Como ministro de Interior, Mohamed bin Nayef era un gran aliado de Washington en la guerra contra ISIS y Al Qaeda. Sufrió uno de los atentados más extraños que uno pueda imaginarse cuando un yihadista detonó cerca de él una bomba que llevaba escondido en el recto. El lugar elegido para guardar la bomba fue efectivo para superar los controles de seguridad, pero no tanto para matar a Nayef, que sólo resultó herido.

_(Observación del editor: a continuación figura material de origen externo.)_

package model

import "testing"

// BenchmarkSolve solves reference problem I, whose surface has a law of its own, as the benchmark of the same name solves the others: the
// stated error holds from half its first time on, and the history is taken at every place every 60 s.
func BenchmarkSolve(b *testing.B) {
	for _, p := range problems() {
		if p.id != "I" {
			continue
		}
		b.Run(p.id, func(b *testing.B) {
			sol := solutionOf(b, p.id)
			o := Options{ErrorFromS: sol.Reference.Rows[0][0].(float64) / 2}
			b.ReportAllocs()
			for b.Loop() {
				h, err := Solve(p.product, p.steps, o)
				if err != nil {
					b.Fatal(err)
				}
				h.Sample(60)
			}
			h, err := Solve(p.product, p.steps, o)
			if err != nil {
				b.Fatal(err)
			}
			b.ReportMetric(p.offK(b, h, sol), "errK")
		})
	}
}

Ahora, EEUU ya no le echará de menos. Todo es distinto con Donald Trump. El presidente volvió de su visita a Arabia Saudí derrochando elogios al rey saudí. Agradeció la compra de armamento con un apoyo decidido a las denuncias contra Qatar. Es cierto que el Pentágono y el Departamento de Estado hicieron como si Trump no hubiera dicho nada, pero las relaciones del presidente con los gobernantes saudíes parecen excelentes. La familia Trump, con el inevitable yerno Jared Kushner al frente, y la familia Salmán están condenadas a entenderse. El nombramiento de un piloto de 28 años como embajador saudí en EEUU sólo porque es hermano de MbS, confirma que por ambos lados la perspectiva es que estas dos dinastías familiares pretenden establecer relaciones personales que estén por encima de los intereses de ambos países.
MbS, con su nombre con iniciales como si fuera un ejemplo de modernidad, es el símbolo de la disposición saudí a llevar la guerra contra Irán a todos los conflictos de Oriente Medio, una garantía segura de años o décadas de sangre y violencia.